§ AIM OF THE EXERCISE
Reproduce the listing verbatim through the line with "assert code in".

§ ENTRIES SHOWN
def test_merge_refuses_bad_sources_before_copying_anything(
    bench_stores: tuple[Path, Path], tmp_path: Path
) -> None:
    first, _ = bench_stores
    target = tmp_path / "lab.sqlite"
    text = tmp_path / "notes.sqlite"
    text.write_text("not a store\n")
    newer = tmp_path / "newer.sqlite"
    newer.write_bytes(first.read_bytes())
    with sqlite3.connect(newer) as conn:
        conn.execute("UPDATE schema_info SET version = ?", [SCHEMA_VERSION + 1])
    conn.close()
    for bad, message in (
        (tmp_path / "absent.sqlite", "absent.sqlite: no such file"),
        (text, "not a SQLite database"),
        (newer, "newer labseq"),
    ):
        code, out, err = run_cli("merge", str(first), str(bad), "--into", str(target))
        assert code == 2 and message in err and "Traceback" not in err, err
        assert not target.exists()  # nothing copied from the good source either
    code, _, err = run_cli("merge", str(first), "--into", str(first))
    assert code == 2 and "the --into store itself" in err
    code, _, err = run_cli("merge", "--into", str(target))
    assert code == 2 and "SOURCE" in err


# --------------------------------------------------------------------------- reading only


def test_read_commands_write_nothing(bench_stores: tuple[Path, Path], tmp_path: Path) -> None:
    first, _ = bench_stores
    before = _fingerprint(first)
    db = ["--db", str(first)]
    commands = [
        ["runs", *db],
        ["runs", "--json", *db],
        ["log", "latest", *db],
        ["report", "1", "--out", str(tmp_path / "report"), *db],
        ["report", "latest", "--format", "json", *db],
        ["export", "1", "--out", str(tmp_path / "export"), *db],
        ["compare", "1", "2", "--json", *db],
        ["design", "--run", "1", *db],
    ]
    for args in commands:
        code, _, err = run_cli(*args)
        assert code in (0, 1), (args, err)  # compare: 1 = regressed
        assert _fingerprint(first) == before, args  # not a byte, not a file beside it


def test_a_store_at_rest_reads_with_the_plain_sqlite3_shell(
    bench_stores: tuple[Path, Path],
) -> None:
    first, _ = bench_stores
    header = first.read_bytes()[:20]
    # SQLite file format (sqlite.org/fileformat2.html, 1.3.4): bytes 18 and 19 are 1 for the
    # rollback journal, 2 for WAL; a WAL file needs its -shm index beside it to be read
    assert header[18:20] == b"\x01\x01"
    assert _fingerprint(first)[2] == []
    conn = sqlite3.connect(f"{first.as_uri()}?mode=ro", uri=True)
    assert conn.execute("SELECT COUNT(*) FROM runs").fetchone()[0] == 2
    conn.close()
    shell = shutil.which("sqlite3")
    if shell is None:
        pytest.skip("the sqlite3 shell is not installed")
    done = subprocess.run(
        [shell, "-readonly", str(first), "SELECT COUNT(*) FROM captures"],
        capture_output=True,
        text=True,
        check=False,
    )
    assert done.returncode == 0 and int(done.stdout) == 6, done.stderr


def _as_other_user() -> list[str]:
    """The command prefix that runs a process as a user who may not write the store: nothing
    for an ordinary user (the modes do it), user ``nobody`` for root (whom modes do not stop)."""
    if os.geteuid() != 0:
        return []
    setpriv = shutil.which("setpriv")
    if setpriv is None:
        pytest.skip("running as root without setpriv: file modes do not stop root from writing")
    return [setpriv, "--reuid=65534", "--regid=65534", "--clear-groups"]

§ EXERCISE ANSWER
def test_merge_refuses_bad_sources_before_copying_anything(
    bench_stores: tuple[Path, Path], tmp_path: Path
) -> None:
    first, _ = bench_stores
    target = tmp_path / "lab.sqlite"
    text = tmp_path / "notes.sqlite"
    text.write_text("not a store\n")
    newer = tmp_path / "newer.sqlite"
    newer.write_bytes(first.read_bytes())
    with sqlite3.connect(newer) as conn:
        conn.execute("UPDATE schema_info SET version = ?", [SCHEMA_VERSION + 1])
    conn.close()
    for bad, message in (
        (tmp_path / "absent.sqlite", "absent.sqlite: no such file"),
        (text, "not a SQLite database"),
        (newer, "newer labseq"),
    ):
        code, out, err = run_cli("merge", str(first), str(bad), "--into", str(target))
        assert code == 2 and message in err and "Traceback" not in err, err
        assert not target.exists()  # nothing copied from the good source either
    code, _, err = run_cli("merge", str(first), "--into", str(first))
    assert code == 2 and "the --into store itself" in err
    code, _, err = run_cli("merge", "--into", str(target))
    assert code == 2 and "SOURCE" in err


# --------------------------------------------------------------------------- reading only


def test_read_commands_write_nothing(bench_stores: tuple[Path, Path], tmp_path: Path) -> None:
    first, _ = bench_stores
    before = _fingerprint(first)
    db = ["--db", str(first)]
    commands = [
        ["runs", *db],
        ["runs", "--json", *db],
        ["log", "latest", *db],
        ["report", "1", "--out", str(tmp_path / "report"), *db],
        ["report", "latest", "--format", "json", *db],
        ["export", "1", "--out", str(tmp_path / "export"), *db],
        ["compare", "1", "2", "--json", *db],
        ["design", "--run", "1", *db],
    ]
    for args in commands:
        code, _, err = run_cli(*args)
        assert code in (0, 1), (args, err)  # compare: 1 = regressed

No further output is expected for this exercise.